Defending lawsuits and managing trials is a major focus area and expense category for insurers—whether they are defending insureds against liability claims or defending themselves in coverage and bad-faith actions. There are many reasons why an involved party may file a lawsuit: impasse during negotiations, lawsuit at first notice of claim, inefficient claim handling, allegations of bad faith, etc. Based on our experience and industry financial data, we find that anywhere from 3-8 percent of direct written premiums are spent on managing litigation. The complexity of issues involved with litigation varies across lines of business. As the underlying risk becomes more complex, we find that the claims in suit percentage increases exponentially.
Executive Summary
Following up an earlier article advising carriers about how to use analytics as a tool to prevent claims from moving into litigation, two veteran analytics officers affiliated with EXL Services move on to the application of analytics when litigation can't be avoided. Here, they argue that the combination of internal structured and unstructured insurance company data, external legal data and advanced analytics can help carriers make decisions about when to use in-house or outside counsel, the best law firms to engage for specific types of claims, and even help them make predictions about whether cases argued by a specific plaintiffs' attorney or brought before a certain judge are likely to settle. The prior article in this series is "How to Avoid Litigation With Pre-Suit Claims Analytics."In the private passenger auto line, the Insurance Research Council reported in 2019 that the average bodily injury claim cost rose by 31 percent from 2008 through 2017. Litigation cost is a big driver of this, with 52 percent of bodily injury claimants hiring attorneys in 2017, according to a 2018 IRC report. Unsettled claims lead to lawsuits, forcing insurers to hire defense counsel, which can quickly escalate the claim cost upward of $50,000.

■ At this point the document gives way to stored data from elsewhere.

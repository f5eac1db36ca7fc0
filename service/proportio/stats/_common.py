"""Shared checks and normal-distribution helpers for the statistics core."""

from __future__ import annotations

import math
from collections.abc import Sequence
from functools import lru_cache

import numpy as np
from scipy import special

ALTERNATIVES = ("two-sided", "greater", "less")
MAX_TRIALS = 10**12
LOG10_E = math.log10(math.e)


def check_alternative(alternative: str) -> str:
    """Return ``alternative`` if it is one of the three known ones, else raise ValueError."""
    if alternative not in ALTERNATIVES:
        raise ValueError(f'alternative "{alternative}" not recognized; use two-sided, greater or less')
    return alternative


def check_alpha(alpha: float) -> float:
    """Return ``alpha`` as float if it lies in (0, 0.5]."""
    alpha = float(alpha)
    if not (0.0 < alpha <= 0.5):
        raise ValueError(f"alpha must be in (0, 0.5], got {alpha}")
    return alpha


def check_confidence(confidence: float) -> float:
    """Return ``confidence`` as float if it lies in (0, 1)."""
    confidence = float(confidence)
    if not (0.0 < confidence < 1.0):
        raise ValueError(f"confidence must be in (0, 1), got {confidence}")
    return confidence


def check_method(method: str, known: Sequence[str], what: str = "method") -> str:
    """Raise a ValueError naming the known choices when ``method`` is not one of them."""
    if method not in known:
        raise ValueError(f'{what} "{method}" not recognized; use one of: {", ".join(known)}')
    return method


def as_counts(successes, trials, name: str = "group") -> tuple[np.ndarray, np.ndarray]:
    """Validate success/trial counts and return them as 1-d float64 arrays.

    Counts must be integers (booleans are refused) with ``0 <= successes <= trials`` and
    ``1 <= trials <= 10**12``; float64 holds every such integer exactly.
    """
    xs = np.atleast_1d(np.asarray(successes))
    ns = np.atleast_1d(np.asarray(trials))
    for arr, part in ((xs, "successes"), (ns, "trials")):
        # dtype kinds: i/u integers, f floats; booleans (b) and objects (O) are refused.
        if arr.dtype.kind not in "iu" and not (arr.dtype.kind == "f" and _integral_floats(arr)):
            raise ValueError(f"{name}.{part} must be whole numbers")
    if xs.shape != ns.shape:
        raise ValueError(f"{name}.successes and {name}.trials must have the same length")
    x = xs.astype(np.float64)
    n = ns.astype(np.float64)
    # One pass for the usual case (every count valid); the messages below say which rule failed.
    if ((n >= 1) & (n <= MAX_TRIALS) & (x >= 0) & (x <= n)).all():
        return x, n
    if np.any(n < 1) or np.any(n > MAX_TRIALS):
        raise ValueError(f"{name}.trials must be between 1 and 10**12")
    if np.any(x < 0):
        raise ValueError(f"{name}.successes must not be negative")
    if np.any(x > n):
        raise ValueError(f"{name}.successes must not exceed {name}.trials")
    return x, n


def _integral_floats(arr: np.ndarray) -> bool:
    return bool(np.issubdtype(arr.dtype, np.floating) and np.all(np.isfinite(arr)) and np.all(arr == np.round(arr)))


def rate_difference(x1, n1, x2, n2):
    """Return ``x1/n1 - x2/n2`` computed from whichever of successes or failures are fewer.

    ``twogroup._one_values`` repeats this with floats: change both.

    Two rates near 1 differ by less than their rounding error allows (1 - 1e-11 is stored to about
    1e-16 absolute, which is 1e-5 of a difference of 1e-11); the failure rates carry the same difference
    with full relative precision.
    """
    failures_fewer = (x1 + x2) > 0.5 * (n1 + n2)
    return np.where(failures_fewer, (n2 - x2) / n2 - (n1 - x1) / n1, x1 / n1 - x2 / n2)


def z_two_sided(confidence: float) -> float:
    """Return the standard normal quantile leaving (1 - confidence)/2 in each tail."""
    return float(special.ndtri(0.5 + confidence / 2.0))


@lru_cache(maxsize=64)
def z_one_sided(confidence: float) -> float:
    """Return the standard normal quantile leaving 1 - confidence in the upper tail (cached: a few levels recur)."""
    return float(special.ndtri(confidence))


def normal_p_value(z: np.ndarray, alternative: str) -> tuple[np.ndarray, np.ndarray]:
    """Return (p, log10 p) for standard normal statistics ``z``.

    The log is computed from ``log_ndtr`` so it stays finite where ``p`` itself underflows
    (|z| beyond about 38). NaN statistics give NaN in both.
    """
    z = np.asarray(z, dtype=np.float64)
    if alternative == "greater":
        log_p = special.log_ndtr(-z)
    elif alternative == "less":
        log_p = special.log_ndtr(z)
    else:
        log_p = np.minimum(math.log(2.0) + special.log_ndtr(-np.abs(z)), 0.0)
    return np.exp(log_p), log_p * LOG10_E


def normal_p_value_float(z: float, alternative: str) -> tuple[float, float]:
    """:func:`normal_p_value` of one float, to the last bit, with two ufunc calls instead of several array ops.

    The same scipy/numpy functions on the same values (``-abs`` and ``min`` with 0 are exact, as are the
    array versions); the float path of one comparison (``twogroup._one_values``) uses it.
    """
    if alternative == "greater":
        log_p = float(special.log_ndtr(-z))
    elif alternative == "less":
        log_p = float(special.log_ndtr(z))
    else:
        log_p = math.log(2.0) + float(special.log_ndtr(-abs(z)))
        # np.minimum(log_p, 0.0), NaN included.
        log_p = log_p if log_p <= 0.0 or log_p != log_p else 0.0
    return float(np.exp(log_p)), log_p * LOG10_E


def chi2_1df_p_value(stat: np.ndarray) -> tuple[np.ndarray, np.ndarray]:
    """Return (p, log10 p) of a chi-square statistic on one degree of freedom."""
    stat = np.asarray(stat, dtype=np.float64)
    # P(chi2_1 > s) = P(|Z| > sqrt(s)): reuse the normal tail for an underflow-free log.
    return normal_p_value(np.sqrt(np.maximum(stat, 0.0)), "two-sided")


def bisect_decreasing(f, lo: np.ndarray, hi: np.ndarray, iterations: int = 64) -> np.ndarray:
    """Find, elementwise, the point where a decreasing ``f`` crosses zero in ``[lo, hi]``.

    ``f(lo) >= 0 >= f(hi)`` is assumed. 64 halvings shrink any bracket of width up to 2**10 below
    float64 resolution, so the answer is as exact as ``f`` itself.
    """
    lo = np.array(lo, dtype=np.float64, copy=True)
    hi = np.array(hi, dtype=np.float64, copy=True)
    for _ in range(iterations):
        mid = 0.5 * (lo + hi)
        with np.errstate(invalid="ignore"):
            positive = f(mid) >= 0.0
        lo = np.where(positive, mid, lo)
        hi = np.where(positive, hi, mid)
    return 0.5 * (lo + hi)


def solve_decreasing(f, lo: np.ndarray, hi: np.ndarray, halvings: int = 6, iterations: int = 100) -> np.ndarray:
    """Find, elementwise, where a decreasing function crosses zero in ``[lo, hi]``, fast.

    ``f(x, idx)`` evaluates the function of elements ``idx`` at ``x`` (so that work shrinks to the
    elements not yet converged). ``f(lo) >= 0 >= f(hi)`` is assumed; either end may be infinite there.
    A few halvings move both ends inside the interval (where ``f`` is finite), then the Illinois variant
    of false position (Dowell & Jarratt 1971, BIT 11:168-174) converges superlinearly; a step that would
    not land strictly inside the bracket falls back to halving. An element stops once its bracket is
    within a few units in the last place, typically after 10-20 evaluations instead of bisection's 64.
    """
    lo = np.array(lo, dtype=np.float64, copy=True).ravel()
    hi = np.array(hi, dtype=np.float64, copy=True).ravel()
    every = np.arange(lo.size)
    with np.errstate(invalid="ignore", over="ignore", divide="ignore"):
        for _ in range(halvings):
            mid = 0.5 * (lo + hi)
            positive = f(mid, every) >= 0.0
            lo = np.where(positive, mid, lo)
            hi = np.where(positive, hi, mid)
        f_lo = f(lo, every)
        f_hi = f(hi, every)
        side = np.zeros(lo.shape)
        idx = every
        for _ in range(iterations):
            a, b, fa, fb = lo[idx], hi[idx], f_lo[idx], f_hi[idx]
            width = b - a
            keep = width > 4.0 * np.spacing(np.maximum(np.abs(a), np.abs(b)))
            idx, a, b, fa, fb, width = idx[keep], a[keep], b[keep], fa[keep], fb[keep], width[keep]
            if idx.size == 0:
                break
            usable = np.isfinite(fa) & np.isfinite(fb) & (fa > fb)
            guess = a + width * fa / np.where(usable, fa - fb, 1.0)
            x = np.where(usable & (guess > a) & (guess < b), guess, 0.5 * (a + b))
            fx = f(x, idx)
            positive = fx >= 0.0
            exact = fx == 0.0
            last = side[idx]
            # Illinois: when the same end moves twice running, halve the value kept at the other end.
            f_hi[idx] = np.where(positive, np.where(last > 0, 0.5 * fb, fb), fx)
            f_lo[idx] = np.where(positive, fx, np.where(last < 0, 0.5 * fa, fa))
            lo[idx] = np.where(positive | exact, x, a)
            hi[idx] = np.where(positive & ~exact, b, x)
            side[idx] = np.where(positive, 1.0, -1.0)
    return 0.5 * (lo + hi)


def percent(p: float, digits: int = 1) -> str:
    """Format a rate in [0, 1] as a percentage string."""
    return f"{100.0 * p:.{digits}f}%"


def significant_digits(x: float, digits: int = 3) -> str:
    """Format a number with a few significant digits, without scientific notation for moderate values."""
    if x == 0 or not math.isfinite(x):
        return f"{x:g}"
    magnitude = math.floor(math.log10(abs(x)))
    if -5 <= magnitude < 9:
        decimals = max(digits - 1 - magnitude, 0)
        return f"{x:,.{decimals}f}"
    return f"{x:.{digits - 1}e}"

Apart from increases in claim cost and expense, lawsuits also have an adverse impact on claim resolution time, also known as cycle time. According to the 2019 CLM Litigation Management Study, 80 percent of the insurers confirmed that the majority of litigated claims are settled far deeper into the litigation process than necessary.
Analytics Framework
Senior management at three out of four property carriers is reported to be paying closer attention to the effectiveness of their litigation management practices, according to a study by the Claims and Litigation Management Alliance. In our article, “How to Avoid Litigation With Pre-Suit Claims Analytics,” we described an analytics-driven approach to reduce the percentage of claims in suit. Here, we lay out a framework, which is a combination of descriptive, prescriptive and predictive analytics techniques that can provide actionable insights to claim adjusters and help in driving favorable litigation outcomes and efficient claim handling. The tools developed as part of this framework can have a direct impact on key metrics like average total cost per case, legal expense per case, cycle time (days to resolution), the allocated loss adjustment expense portion of a loss ratio, allocated legal loss adjustment expense portion of a loss ratio, as well as average or median bill rates by claim type.